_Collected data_
^^^^^^^^

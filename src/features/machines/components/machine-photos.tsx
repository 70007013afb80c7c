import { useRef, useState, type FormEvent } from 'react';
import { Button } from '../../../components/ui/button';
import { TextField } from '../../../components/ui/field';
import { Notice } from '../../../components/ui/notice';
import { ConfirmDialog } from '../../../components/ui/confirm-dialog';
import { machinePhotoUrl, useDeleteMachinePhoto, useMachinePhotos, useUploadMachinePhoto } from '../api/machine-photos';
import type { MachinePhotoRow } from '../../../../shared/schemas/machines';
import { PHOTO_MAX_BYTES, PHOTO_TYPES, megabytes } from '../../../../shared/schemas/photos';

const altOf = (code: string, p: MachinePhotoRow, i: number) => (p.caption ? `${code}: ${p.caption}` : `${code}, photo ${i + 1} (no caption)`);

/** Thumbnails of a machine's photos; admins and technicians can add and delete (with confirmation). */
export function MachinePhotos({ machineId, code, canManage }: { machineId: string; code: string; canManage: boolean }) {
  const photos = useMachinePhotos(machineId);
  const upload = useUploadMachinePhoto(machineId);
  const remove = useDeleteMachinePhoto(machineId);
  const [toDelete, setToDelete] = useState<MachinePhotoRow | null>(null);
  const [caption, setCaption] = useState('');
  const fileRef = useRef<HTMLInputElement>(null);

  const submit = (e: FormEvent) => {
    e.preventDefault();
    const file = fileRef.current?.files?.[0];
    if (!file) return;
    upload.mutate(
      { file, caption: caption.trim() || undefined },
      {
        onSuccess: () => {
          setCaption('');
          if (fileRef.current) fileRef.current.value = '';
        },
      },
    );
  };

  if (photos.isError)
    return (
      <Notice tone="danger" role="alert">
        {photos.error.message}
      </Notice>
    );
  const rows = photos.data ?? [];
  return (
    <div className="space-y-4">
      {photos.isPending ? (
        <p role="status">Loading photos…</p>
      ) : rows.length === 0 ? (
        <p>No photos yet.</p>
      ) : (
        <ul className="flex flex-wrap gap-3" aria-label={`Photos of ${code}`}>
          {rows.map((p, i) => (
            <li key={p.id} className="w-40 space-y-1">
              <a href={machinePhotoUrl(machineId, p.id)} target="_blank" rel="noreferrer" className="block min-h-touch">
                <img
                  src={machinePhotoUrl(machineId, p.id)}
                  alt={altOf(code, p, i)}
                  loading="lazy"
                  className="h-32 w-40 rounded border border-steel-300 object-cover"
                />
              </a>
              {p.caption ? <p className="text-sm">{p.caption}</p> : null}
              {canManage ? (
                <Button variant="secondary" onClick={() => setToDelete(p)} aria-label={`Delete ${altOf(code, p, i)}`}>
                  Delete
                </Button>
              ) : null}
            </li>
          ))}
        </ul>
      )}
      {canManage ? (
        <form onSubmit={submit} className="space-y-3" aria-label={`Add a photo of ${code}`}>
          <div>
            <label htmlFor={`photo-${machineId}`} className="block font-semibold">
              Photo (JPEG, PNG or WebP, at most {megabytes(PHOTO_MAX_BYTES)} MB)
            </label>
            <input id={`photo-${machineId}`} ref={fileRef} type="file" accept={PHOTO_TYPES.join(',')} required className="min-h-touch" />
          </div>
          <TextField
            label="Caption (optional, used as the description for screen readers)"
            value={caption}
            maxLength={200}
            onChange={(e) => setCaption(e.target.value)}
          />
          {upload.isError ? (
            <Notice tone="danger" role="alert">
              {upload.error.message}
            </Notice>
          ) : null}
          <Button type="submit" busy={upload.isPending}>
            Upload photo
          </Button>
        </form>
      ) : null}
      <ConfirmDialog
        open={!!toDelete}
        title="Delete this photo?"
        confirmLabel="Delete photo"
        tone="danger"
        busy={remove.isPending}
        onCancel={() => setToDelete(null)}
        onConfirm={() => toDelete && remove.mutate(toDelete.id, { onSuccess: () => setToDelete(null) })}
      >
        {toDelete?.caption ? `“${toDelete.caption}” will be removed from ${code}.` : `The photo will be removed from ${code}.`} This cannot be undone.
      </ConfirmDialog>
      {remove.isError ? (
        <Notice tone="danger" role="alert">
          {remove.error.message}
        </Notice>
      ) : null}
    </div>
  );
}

^^^^^^^^

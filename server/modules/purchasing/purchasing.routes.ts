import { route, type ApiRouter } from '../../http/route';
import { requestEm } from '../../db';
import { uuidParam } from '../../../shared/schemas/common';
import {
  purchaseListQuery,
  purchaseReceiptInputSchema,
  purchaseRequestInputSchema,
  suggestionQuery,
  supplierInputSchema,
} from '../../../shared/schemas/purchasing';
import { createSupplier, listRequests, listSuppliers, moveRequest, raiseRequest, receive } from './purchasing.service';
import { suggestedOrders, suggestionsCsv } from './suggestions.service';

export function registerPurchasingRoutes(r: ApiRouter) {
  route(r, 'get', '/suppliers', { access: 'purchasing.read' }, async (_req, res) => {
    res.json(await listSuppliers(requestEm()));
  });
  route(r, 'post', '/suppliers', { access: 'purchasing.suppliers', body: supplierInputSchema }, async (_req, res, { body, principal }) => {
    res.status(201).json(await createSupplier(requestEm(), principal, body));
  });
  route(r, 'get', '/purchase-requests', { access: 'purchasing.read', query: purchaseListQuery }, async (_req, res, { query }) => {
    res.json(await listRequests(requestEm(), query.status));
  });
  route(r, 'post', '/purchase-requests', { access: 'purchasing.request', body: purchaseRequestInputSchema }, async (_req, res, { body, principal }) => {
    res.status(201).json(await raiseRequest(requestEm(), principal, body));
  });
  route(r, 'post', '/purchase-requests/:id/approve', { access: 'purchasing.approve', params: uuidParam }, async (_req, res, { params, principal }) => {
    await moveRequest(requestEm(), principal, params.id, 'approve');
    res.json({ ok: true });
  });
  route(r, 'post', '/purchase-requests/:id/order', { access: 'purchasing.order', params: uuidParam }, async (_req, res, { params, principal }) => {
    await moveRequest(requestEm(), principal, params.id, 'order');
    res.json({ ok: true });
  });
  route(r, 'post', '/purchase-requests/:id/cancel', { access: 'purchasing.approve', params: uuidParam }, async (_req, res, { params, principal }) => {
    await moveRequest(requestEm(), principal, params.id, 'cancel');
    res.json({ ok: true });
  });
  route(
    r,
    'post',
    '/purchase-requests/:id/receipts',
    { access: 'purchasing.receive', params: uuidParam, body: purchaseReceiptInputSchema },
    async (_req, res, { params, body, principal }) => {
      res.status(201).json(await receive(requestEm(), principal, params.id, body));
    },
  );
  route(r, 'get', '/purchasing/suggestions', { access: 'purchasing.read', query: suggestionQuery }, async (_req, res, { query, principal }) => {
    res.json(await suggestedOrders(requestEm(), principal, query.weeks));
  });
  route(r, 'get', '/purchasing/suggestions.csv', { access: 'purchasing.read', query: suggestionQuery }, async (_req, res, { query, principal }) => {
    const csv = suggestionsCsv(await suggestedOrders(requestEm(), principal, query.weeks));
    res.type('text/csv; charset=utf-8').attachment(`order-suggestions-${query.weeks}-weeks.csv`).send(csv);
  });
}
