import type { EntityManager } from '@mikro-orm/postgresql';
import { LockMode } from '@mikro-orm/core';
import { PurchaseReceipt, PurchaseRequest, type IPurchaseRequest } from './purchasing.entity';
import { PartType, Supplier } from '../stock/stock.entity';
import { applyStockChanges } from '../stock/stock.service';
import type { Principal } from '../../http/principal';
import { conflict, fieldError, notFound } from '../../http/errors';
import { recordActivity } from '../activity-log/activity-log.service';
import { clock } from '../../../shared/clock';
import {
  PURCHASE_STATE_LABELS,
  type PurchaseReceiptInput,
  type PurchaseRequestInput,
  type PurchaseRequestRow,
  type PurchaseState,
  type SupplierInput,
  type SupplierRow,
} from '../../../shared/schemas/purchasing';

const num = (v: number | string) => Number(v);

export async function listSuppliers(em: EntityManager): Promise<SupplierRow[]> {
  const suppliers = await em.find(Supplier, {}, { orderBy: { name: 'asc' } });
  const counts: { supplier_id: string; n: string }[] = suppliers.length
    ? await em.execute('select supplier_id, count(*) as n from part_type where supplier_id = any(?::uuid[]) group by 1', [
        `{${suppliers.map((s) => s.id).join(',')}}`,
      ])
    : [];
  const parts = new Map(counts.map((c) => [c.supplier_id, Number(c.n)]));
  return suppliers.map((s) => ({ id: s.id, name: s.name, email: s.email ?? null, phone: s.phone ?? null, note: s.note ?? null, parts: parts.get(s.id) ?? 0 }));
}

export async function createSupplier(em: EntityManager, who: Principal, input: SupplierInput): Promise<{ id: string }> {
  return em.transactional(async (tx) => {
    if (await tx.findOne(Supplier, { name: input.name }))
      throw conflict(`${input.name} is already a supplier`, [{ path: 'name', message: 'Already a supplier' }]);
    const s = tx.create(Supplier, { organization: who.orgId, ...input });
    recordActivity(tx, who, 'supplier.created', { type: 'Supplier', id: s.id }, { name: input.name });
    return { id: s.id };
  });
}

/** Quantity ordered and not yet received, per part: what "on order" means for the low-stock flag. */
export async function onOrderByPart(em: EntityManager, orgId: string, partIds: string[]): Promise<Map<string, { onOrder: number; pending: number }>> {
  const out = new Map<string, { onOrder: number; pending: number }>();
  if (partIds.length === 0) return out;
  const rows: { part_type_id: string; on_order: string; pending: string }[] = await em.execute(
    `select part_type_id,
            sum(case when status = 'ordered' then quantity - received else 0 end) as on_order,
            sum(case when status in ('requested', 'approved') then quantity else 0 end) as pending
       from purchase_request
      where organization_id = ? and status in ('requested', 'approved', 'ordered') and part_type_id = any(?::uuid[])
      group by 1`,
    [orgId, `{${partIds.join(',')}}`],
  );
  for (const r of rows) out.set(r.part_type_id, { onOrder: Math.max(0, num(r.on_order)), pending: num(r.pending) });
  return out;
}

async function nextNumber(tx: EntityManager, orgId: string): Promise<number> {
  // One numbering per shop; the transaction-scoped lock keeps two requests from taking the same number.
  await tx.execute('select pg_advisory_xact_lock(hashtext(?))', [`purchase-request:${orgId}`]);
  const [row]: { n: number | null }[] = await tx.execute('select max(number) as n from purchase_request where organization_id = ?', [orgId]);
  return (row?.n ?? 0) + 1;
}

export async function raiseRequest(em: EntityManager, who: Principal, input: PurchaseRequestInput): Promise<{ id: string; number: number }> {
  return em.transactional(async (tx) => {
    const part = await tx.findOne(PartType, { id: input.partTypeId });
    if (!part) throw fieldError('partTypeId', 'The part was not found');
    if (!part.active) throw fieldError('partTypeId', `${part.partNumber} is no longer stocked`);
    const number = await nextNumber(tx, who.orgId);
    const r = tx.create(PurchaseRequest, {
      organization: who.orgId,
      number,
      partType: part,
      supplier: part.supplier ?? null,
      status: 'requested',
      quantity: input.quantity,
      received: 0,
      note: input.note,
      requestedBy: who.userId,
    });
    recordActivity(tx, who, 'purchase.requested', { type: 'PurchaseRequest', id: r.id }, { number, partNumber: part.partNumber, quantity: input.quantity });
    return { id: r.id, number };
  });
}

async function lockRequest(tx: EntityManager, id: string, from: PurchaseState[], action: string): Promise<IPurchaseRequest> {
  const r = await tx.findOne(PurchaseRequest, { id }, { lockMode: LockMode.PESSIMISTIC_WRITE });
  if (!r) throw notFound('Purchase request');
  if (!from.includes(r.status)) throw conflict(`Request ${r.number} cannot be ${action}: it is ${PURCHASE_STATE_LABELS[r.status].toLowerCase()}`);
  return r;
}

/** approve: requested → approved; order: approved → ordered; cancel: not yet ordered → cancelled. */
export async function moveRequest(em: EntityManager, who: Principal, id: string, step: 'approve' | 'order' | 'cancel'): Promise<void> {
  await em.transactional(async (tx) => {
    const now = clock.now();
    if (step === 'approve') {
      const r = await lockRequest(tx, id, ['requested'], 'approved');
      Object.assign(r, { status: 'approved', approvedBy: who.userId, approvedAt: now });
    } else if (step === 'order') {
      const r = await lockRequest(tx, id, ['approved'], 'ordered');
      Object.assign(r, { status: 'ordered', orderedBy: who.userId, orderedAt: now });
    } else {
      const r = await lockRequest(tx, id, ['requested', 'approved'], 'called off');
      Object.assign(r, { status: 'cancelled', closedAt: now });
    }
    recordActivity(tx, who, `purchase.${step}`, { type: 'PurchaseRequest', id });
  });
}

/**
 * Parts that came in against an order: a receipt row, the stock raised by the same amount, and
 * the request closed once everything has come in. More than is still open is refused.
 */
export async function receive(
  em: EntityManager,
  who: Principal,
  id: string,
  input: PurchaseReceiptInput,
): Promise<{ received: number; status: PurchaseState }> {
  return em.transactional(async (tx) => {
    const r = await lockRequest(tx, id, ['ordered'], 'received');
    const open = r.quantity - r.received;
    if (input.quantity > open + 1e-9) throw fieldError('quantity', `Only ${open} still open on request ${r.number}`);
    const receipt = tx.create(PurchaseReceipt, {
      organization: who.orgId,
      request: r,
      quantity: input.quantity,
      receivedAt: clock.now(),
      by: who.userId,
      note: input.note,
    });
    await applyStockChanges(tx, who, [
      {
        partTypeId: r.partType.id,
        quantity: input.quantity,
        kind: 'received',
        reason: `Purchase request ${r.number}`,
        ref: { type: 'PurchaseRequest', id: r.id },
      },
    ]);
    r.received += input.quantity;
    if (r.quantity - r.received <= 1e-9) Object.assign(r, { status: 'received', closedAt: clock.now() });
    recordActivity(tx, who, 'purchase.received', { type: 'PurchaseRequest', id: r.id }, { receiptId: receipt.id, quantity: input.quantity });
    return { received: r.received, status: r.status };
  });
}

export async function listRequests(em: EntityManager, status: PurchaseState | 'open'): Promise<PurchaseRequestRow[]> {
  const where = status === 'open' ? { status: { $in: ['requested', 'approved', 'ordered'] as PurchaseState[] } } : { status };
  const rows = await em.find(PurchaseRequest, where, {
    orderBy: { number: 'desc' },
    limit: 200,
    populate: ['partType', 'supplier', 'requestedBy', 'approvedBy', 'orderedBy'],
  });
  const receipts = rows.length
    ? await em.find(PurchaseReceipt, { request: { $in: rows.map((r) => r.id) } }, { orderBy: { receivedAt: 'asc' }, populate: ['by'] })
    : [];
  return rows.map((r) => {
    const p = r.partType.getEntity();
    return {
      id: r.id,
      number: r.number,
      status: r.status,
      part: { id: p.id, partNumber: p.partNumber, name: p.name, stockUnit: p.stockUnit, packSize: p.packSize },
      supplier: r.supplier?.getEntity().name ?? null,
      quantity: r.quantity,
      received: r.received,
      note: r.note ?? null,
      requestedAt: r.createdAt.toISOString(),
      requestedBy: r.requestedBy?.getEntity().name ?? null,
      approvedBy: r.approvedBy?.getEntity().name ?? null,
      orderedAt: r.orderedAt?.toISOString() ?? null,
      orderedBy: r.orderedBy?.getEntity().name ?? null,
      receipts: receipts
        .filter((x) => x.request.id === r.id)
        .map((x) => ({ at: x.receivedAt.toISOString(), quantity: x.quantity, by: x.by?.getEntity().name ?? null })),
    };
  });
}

^^^^^^^^

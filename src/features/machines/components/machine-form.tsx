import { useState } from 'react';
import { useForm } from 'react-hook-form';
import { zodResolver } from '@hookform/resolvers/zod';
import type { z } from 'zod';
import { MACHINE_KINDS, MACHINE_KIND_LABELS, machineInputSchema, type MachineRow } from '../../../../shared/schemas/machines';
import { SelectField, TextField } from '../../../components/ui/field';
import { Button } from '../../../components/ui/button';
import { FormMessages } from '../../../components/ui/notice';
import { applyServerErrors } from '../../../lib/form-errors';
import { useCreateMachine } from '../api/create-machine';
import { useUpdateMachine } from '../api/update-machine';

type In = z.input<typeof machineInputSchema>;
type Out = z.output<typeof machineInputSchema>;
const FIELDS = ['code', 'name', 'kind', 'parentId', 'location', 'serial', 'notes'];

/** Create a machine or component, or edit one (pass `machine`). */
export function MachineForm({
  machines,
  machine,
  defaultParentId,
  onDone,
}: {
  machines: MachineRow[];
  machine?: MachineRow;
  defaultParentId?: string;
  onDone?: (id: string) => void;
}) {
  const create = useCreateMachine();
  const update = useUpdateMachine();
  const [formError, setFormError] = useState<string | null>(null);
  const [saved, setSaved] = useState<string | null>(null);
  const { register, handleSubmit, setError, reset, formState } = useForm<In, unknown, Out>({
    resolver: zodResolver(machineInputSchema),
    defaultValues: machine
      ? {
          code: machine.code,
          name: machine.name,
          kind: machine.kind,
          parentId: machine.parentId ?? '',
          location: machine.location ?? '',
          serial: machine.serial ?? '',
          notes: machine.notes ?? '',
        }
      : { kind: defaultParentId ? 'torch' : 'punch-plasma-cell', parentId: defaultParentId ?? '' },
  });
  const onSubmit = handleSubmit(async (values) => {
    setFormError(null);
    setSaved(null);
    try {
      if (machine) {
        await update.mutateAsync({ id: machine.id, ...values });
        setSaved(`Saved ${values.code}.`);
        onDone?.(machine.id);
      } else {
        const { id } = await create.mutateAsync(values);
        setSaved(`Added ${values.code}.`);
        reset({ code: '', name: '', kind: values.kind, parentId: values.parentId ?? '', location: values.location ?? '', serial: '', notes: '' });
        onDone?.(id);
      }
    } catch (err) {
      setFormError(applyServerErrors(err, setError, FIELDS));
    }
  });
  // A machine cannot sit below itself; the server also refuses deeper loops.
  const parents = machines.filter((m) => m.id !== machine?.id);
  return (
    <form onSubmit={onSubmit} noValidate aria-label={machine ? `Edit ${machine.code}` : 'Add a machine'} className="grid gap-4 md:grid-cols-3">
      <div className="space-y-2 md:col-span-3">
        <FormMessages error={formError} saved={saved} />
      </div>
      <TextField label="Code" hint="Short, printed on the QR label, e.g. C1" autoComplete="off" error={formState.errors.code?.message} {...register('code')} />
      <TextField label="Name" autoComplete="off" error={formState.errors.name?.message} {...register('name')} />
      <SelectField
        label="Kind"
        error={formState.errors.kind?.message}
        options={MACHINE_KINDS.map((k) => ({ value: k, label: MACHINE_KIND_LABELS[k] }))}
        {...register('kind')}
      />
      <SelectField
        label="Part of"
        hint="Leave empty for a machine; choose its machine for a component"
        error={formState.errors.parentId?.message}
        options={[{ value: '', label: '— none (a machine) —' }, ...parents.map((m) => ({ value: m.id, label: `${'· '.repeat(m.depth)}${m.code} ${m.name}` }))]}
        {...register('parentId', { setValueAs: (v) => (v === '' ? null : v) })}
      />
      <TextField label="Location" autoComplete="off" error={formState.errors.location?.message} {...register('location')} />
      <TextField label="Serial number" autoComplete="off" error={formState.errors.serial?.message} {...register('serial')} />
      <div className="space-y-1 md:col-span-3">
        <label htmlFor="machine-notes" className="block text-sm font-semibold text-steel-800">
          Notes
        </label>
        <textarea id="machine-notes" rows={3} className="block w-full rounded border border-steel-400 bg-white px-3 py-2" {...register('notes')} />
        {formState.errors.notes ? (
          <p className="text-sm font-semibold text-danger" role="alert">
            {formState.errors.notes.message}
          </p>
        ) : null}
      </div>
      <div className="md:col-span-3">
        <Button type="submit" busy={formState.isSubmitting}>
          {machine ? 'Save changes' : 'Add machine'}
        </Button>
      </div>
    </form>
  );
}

^^^^^^^^

Pull out every line of the records that includes the string "assign".

      Object.assign(r, { status: 'approved', approvedBy: who.userId, approvedAt: now });
      Object.assign(r, { status: 'ordered', orderedBy: who.userId, orderedAt: now });
      Object.assign(r, { status: 'cancelled', closedAt: now });
    if (r.quantity - r.received <= 1e-9) Object.assign(r, { status: 'received', closedAt: clock.now() });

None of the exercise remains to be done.